By now, 10+ days of walking and touring had tired us out pretty thoroughly, so rather than trying to squeeze in another tourist site, we gave up for the day. Instead, we got off the bus at the Ogino supermarket, foreign marketplaces being a tourist experience in their own right. It's about a 10-minute walk from the hostel, so very convenient. I needed to stock up on snacks (chocolate, of course; my first potato chips in Japan*, because why not?; cookies because we found chocolate chip cookies good enough that even Shoshanna ate a batch**) and we also wanted to explore the possibilities for tomorrow's breakfast***. We settled on two packages of gyoza (Japanese dumplings), with no idea what the contain (because there was no English on the package) and a similarly mysterious okonomi. Tomorrow, we'll nuke them in the microwave, and anything we don't eat, we'll bring onto the train for road food. The hostel apparently sets the coffee machine in the commmon room on a timer so that it brews up a fresh pot every morning at 7, so we'll be well caffeinated. Wish we'd noticed this earlier.
* Unremarkable, but satisfied a craving for crunchy potato.
** Shoshanna maintains a wary distance from snacks.
** We belatedly got a clue and remembered that Japanese supermarkets sell a wide variety of ready-to-eat foods.
Back to the hostel for a nap and shower, then off to the local tempura restaurant for a feast.
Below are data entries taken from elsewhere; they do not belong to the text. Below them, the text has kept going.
#[cfg(test)]
mod tests {
    use super::*;

    fn rec(leads: Vec<Lead>) -> Recording {
        Recording {
            leads,
            sample_rate: Hertz::from_hz(500.0).unwrap_or_else(|_| unreachable!()),
            start: None,
            meta: Meta::default(),
            annotations: Vec::new(),
        }
    }

    /// 10 s at 500 Hz of beats once a second: a narrow 1.5 mV R wave and a broad 0.4 mV T wave, quantised to 5 µV.
    fn beats_lead(name: &str) -> Lead {
        let samples = (0..5000)
            .map(|k| {
                let d = (k % 500) as f32 / 500.0 - 0.3;
                let v = 1500.0 * (-(d / 0.012).powi(2)).exp() + 400.0 * (-((d - 0.3) / 0.06).powi(2)).exp();
                (v / 5.0).round() * 5.0
            })
            .collect();
        Lead { name: LeadName::parse(name), samples }
    }

    #[test]
    fn clipped_leads_are_noted() {
        // Unclipped: every R peak reaches the same 1500 µV for one sample only; the broad T wave holds its peak
        // value for several samples but lies below the R peaks; the flat baseline between the beats is the lead's
        // smallest value, held most of each second, but it is where the lead usually is (its median).
        let clean = beats_lead("II");
        assert_eq!(clean.clipping(500.0), None);
        // Cut at 1 mV: ten R waves held at the limit for 10 ms or more each.
        let mut cut = beats_lead("II");
        cut.samples.iter_mut().for_each(|v| *v = v.min(1000.0));
        let c = cut.clipping(500.0).unwrap_or_else(|| panic!("not clipped"));
        assert_eq!((c.top, c.bottom), (Some((1000.0, 10)), None));
        let notes = rec(vec![cut, beats_lead("V5")]).clipped_lead_notes();
        assert_eq!(notes.len(), 1, "{notes:?}");
        assert!(notes[0].starts_with("lead II is held at its extreme value (+1.00 mV in 10 places)"), "{notes:?}");
        // Held at the limit in two places only (two beats reach it): not enough to call the lead clipped.
        let mut two = beats_lead("II");
        two.samples.iter_mut().take(1200).for_each(|v| *v = v.min(1000.0));
        assert_eq!(two.clipping(500.0), None);
        // A coarse recorder (20 µV steps) on a lead whose T wave is its largest wave: the T wave's top is held
        // for several samples in every beat, but reached one step at a time. Not clipped.
        let mut coarse = beats_lead("V3");
        coarse.samples.iter_mut().for_each(|v| *v = (*v * 0.15 / 20.0).round() * 20.0);
        for k in 0..5000 {
            let d = (k % 500) as f32 / 500.0 - 0.6;
            coarse.samples[k] += ((600.0 * (-(d / 0.06).powi(2)).exp()) / 20.0).round() * 20.0;
        }
        assert_eq!(coarse.clipping(500.0), None);
        // Calibration pulses (1 mV for 200 ms, three of them) are the lead's largest value, reached steeply, but
        // held longer than a cut-off QRS is. Not clipped.
        let mut cal = beats_lead("V1");
        cal.samples.iter_mut().for_each(|v| *v *= 0.5);
        for start in [100, 1600, 3100] {
            cal.samples[start..start + 100].fill(1000.0);
        }
        assert_eq!(cal.clipping(500.0), None);
        // A flat lead is flat, not clipped.
        assert_eq!(Lead { name: LeadName::parse("I"), samples: vec![0.0; 5000] }.clipping(500.0), None);
    }

    #[test]
    fn only_annotation_codes_are_shareable() {
        for code in ["N", "V", "(", ")", "p", "~", "+", "\"", "(AFIB", "(N", "(SVTA", "(VFL", "(BII"] {
            assert_eq!(Annotation::new(0, code).shareable_label(), Some(code), "{code}");
        }
        // Short free text is still free text: initials, a short name, a bed.
        let texts =
            ["Lights off", "pt J. Smith moved", "Bob", "JS", "Ann", "(SMITH", "(BED4", "(Smith)", "", "N ", "n1"];
        for text in texts {
            assert_eq!(Annotation::new(0, text).shareable_label(), None, "{text}");
        }
    }

    #[test]
    fn missing_samples_are_noted_per_lead() {
        let mut gappy = vec![1.0f32; 1000];
        gappy[100..350].fill(f32::NAN);
        gappy[900] = f32::INFINITY;
        let r = rec(vec![
            Lead { name: LeadName::parse("I"), samples: vec![f32::NAN; 1000] },
            Lead { name: LeadName::parse("II"), samples: gappy },
            Lead { name: LeadName::parse("V1"), samples: vec![2.0; 1000] },
        ]);
        let notes = r.invalid_sample_notes();
        assert_eq!(notes.len(), 2, "{notes:?}");
        assert!(notes[0].starts_with("lead I holds no valid sample"), "{}", notes[0]);
        // 251 of 1000 samples; the longest gap 250 samples at 500 Hz.
        assert!(
            notes[1].starts_with("lead II has 251 missing samples (25.1 % of it; the longest run 0.500 s)"),
            "{}",
            notes[1]
        );
        assert_eq!(run_totals(&crate::gaps::invalid_runs(&[1.0, f32::NAN, f32::NAN, 2.0, f32::NAN])), (3, 2));
        let mut one_left = vec![f32::NAN; 15_000];
        one_left[7] = 0.0;
        let r = rec(vec![Lead { name: LeadName::parse("I"), samples: one_left }]);
        let notes = r.invalid_sample_notes();
        assert!(notes[0].starts_with("lead I has 14999 missing samples (99.9 % of it"), "{}", notes[0]);
    }

    #[test]
    fn leads_missing_the_same_samples_share_a_note() {
        let gap = |from: usize, to: usize| {
            let mut x = vec![1.0f32; 1000];
            x[from..to].fill(f32::NAN);
            x
        };
        let lead = |name: &str, samples: Vec<f32>| Lead { name: LeadName::parse(name), samples };
        // Every lead loses the same 0.4 s (a recorder unplugged): one note, saying nothing was recorded then.
        let every = rec(["I", "II", "V1"].into_iter().map(|n| lead(n, gap(100, 300))).collect());
        assert_eq!(
            every.invalid_sample_notes(),
            ["every lead has 200 missing samples, at the same times (20.0 % of each; the longest run 0.400 s): \
              nothing was recorded then, so no beat is measured within a gap of 20 ms or more, and no RR interval \
              spans one"]
        );
        // Two of three alike; the third whole.
        let two = rec(vec![lead("I", gap(100, 300)), lead("II", gap(100, 300)), lead("V1", vec![0.0; 1000])]);
        let notes = two.invalid_sample_notes();
        assert_eq!(notes.len(), 1, "{notes:?}");
        assert!(notes[0].starts_with("leads I and II have 200 missing samples each, at the same times"), "{notes:?}");
        assert!(notes[0].ends_with("measures beats there on the other leads"), "{notes:?}");
        // Different stretches that overlap leave 0.1 s with no lead at all: said once more.
        let overlap = rec(vec![lead("I", gap(100, 300)), lead("II", gap(250, 400))]);
        let notes = overlap.invalid_sample_notes();
        assert_eq!(notes.len(), 3, "{notes:?}");
        assert!(
            notes[2].starts_with("no lead was recorded for 0.100 s in all (the longest stretch 0.100 s)"),
            "{notes:?}"
        );
        // All three leads lose the same 0.4 s (a recorder unplugged) and V1 another 0.1 s: no note may say the
        // beats of those 0.4 s are measured on other leads.
        let mut v1 = gap(100, 300);
        v1[600..650].fill(f32::NAN);
        let unplugged = rec(vec![lead("I", gap(100, 300)), lead("II", gap(100, 300)), lead("V1", v1)]);
        let notes = unplugged.invalid_sample_notes();
        assert_eq!(notes.len(), 3, "{notes:?}");
        assert!(
            notes[..2]
                .iter()
                .all(|n| n.ends_with("where another lead records, the analysis bridges them and measures beats on it")),
            "{notes:?}"
        );
        assert!(notes[2].starts_with("no lead was recorded for 0.400 s in all"), "{notes:?}");
        // Scattered single losses in five leads of 10 000 samples, at different times: one note for them all.
        let one_lost = |name: &str, at: usize| {
            let mut x = vec![1.0f32; 10_000];
            x[at] = f32::NAN;
            lead(name, x)
        };
        let scattered =
            rec(["I", "II", "III", "aVR", "aVL"].iter().enumerate().map(|(i, n)| one_lost(n, 100 * i)).collect());
        assert_eq!(
            scattered.invalid_sample_notes(),
            ["5 leads (I, II, III, aVR and aVL) miss samples at times of their own (1 each, under 0.1 % of any lead; \
              the longest run 0.002 s): the analysis bridges them and measures beats there on the other leads"]
        );
        // One lead, one sample: singular, and a share that does not read 0.0 %.
        let one = rec(vec![one_lost("I", 5)]);
        assert_eq!(
            one.invalid_sample_notes(),
            [
                "lead I has 1 missing sample (under 0.1 % of it; the longest run 0.002 s): no run reaches 20 ms, and the \
              analysis bridges it"
            ]
        );
    }

    #[test]
    fn lead_names_parse_case_insensitively() {
        assert_eq!(LeadName::parse("avr"), LeadName::Standard(StandardLead::AVR));
        assert_eq!(LeadName::parse("AVF"), LeadName::Standard(StandardLead::AVF));
        assert_eq!(LeadName::parse(" v5 "), LeadName::Standard(StandardLead::V5));
        assert_eq!(LeadName::parse("Lead II"), LeadName::Standard(StandardLead::II));
        assert_eq!(LeadName::parse("i"), LeadName::Standard(StandardLead::I));
        assert_eq!(LeadName::parse("MLII"), LeadName::Other("MLII".into()));
        assert_eq!(LeadName::parse("aVR").to_string(), "aVR");
    }

    #[test]
    fn derived_limb_leads_obey_einthoven_and_goldberger() {
        let i: Vec<f32> = (0..100).map(|k| (k as f32 * 0.1).sin() * 800.0).collect();
        let ii: Vec<f32> = (0..100).map(|k| (k as f32 * 0.07).cos() * 1200.0).collect();
        let mut r = rec(vec![
            Lead { name: StandardLead::I.into(), samples: i.clone() },
            Lead { name: StandardLead::II.into(), samples: ii.clone() },
        ]);
        let added = r.derive_limb_leads();
        assert_eq!(added.len(), 4);
        let get = |l| r.standard_lead(l).map(|x| x.samples.clone()).unwrap_or_default();
        let (iii, avr, avl, avf) =
            (get(StandardLead::III), get(StandardLead::AVR), get(StandardLead::AVL), get(StandardLead::AVF));
        for k in 0..100 {
            // Source: Einthoven's law II = I + III; Goldberger 1942: aVR + aVL + aVF = 0 (references.md §5).
            assert!((ii[k] - (i[k] + iii[k])).abs() < 1e-3);
            assert!((avr[k] + avl[k] + avf[k]).abs() < 1e-3);
            assert!((avr[k] + (i[k] + ii[k]) / 2.0).abs() < 1e-3);
        }
    }

    #[test]
    fn every_lead_gets_a_name_of_its_own() -> Result<(), crate::units::UnitError> {
        let lead = |name: &str| Lead { name: LeadName::parse(name), samples: vec![0.0; 4] };
        let mut rec = Recording {
            leads: vec![lead("I"), lead("ii"), lead(" "), lead("I"), lead("I")],
            sample_rate: Hertz::from_hz(500.0)?,
            start: None,
            meta: Meta::default(),
            annotations: Vec::new(),
        };
        let notes = rec.name_leads_uniquely();
        let names: Vec<String> = rec.leads.iter().map(|l| l.name.to_string()).collect();
        assert_eq!(names, ["I", "II", "lead 3", "I (2)", "I (3)"]);
        assert_eq!(rec.leads[0].name, LeadName::Standard(StandardLead::I));
        assert_eq!(rec.leads[3].name, LeadName::Other("I (2)".into()));
        assert_eq!(notes.len(), 3);
        assert_eq!(notes[0], "a lead without a label (the 3rd read) is read as \"lead 3\"");
        assert_eq!(notes[1], "another lead labelled I is read as \"I (2)\"");
        // Nothing to change: no note.
        assert!(rec.name_leads_uniquely().is_empty());
        // An unlabelled lead's name is not one a labelled lead already has.
        rec.leads = vec![lead("lead 2"), lead("")];
        rec.name_leads_uniquely();
        let names: Vec<String> = rec.leads.iter().map(|l| l.name.to_string()).collect();
        assert_eq!(names, ["lead 2", "lead 2 (2)"]);
        Ok(())
    }

    #[test]
    fn amplitude_far_from_an_ecgs_is_doubted() -> Result<(), crate::units::UnitError> {
        let fs = Hertz::from_hz(500.0)?;
        let rec = |scale: f32| Recording {
            // A 1 mV square wave with a single 40 mV spike, scaled.
            leads: vec![Lead {
                name: LeadName::parse("II"),
                samples: (0..5000)
                    .map(|k| {
                        scale
                            * if k == 2500 {
                                40_000.0
                            } else if (k / 250) % 2 == 0 {
                                1000.0
                            } else {
                                0.0
                            }
                    })
                    .collect(),
            }],
            sample_rate: fs,
            start: None,
            meta: Meta::default(),
            annotations: Vec::new(),
        };
        assert_eq!(rec(1.0).amplitude_doubt(), None, "one spike does not count");
        assert!(rec(1000.0).amplitude_doubt().is_some_and(|d| d.contains("1000 mV")));
        assert!(rec(0.001).amplitude_doubt().is_some_and(|d| d.contains("1.0 µV")));
        assert!(rec(0.0).amplitude_doubt().is_some_and(|d| d.contains("flat")));
        Ok(())
    }

    #[test]
    fn deidentified_meta_drops_identifiers() {
        let m = Meta {
            patient_id: Some("W3-017".into()),
            patient_name: Some("Test Person".into()),
            sex: Some("F".into()),
            birth_date: Some("01-JAN-1970".into()),
            age_years: Some(56.0),
            recording_info: Some("bed 4".into()),
            device: Some("Ward 3 cart".into()),
        };
        let d = m.deidentified();
        assert!(d.patient_id.is_none() && d.patient_name.is_none() && d.birth_date.is_none());
        assert!(d.recording_info.is_none() && d.device.is_none());
        assert_eq!(d.sex.as_deref(), Some("F"));
        assert_eq!(d.age_years, Some(56.0));
        let old = Meta { age_years: Some(97.0), ..m }.deidentified();
        assert_eq!(old.age_years, Some(OLDEST_AGE_SHOWN));
    }
}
They had a wide selection of ingredients, including a few unusual ones, and also provided sashimi (raw fish), but the real attraction was the tempura. We each ordered a dozen or so servings, mostly vegetables (squash, green pepper, eggplant, onion, boiled egg!, cherry tomato!, mushrooms, and shrimp for Shoshanna). In addition to the usual sweetish dipping sauce, they had a lovely sesame paste/mustard sauce combination and a sweet but moderately hot chili sauce that went very well with the food. Shoshanna also tried their lemon salt, but reported there was too much salt and not enough lemon.
Home and preliminary packing, since tomorrow we head to Tokyo in mid-afternoon, where we'll spend two nights and our last full day in Japan. Where the heck did all the time go?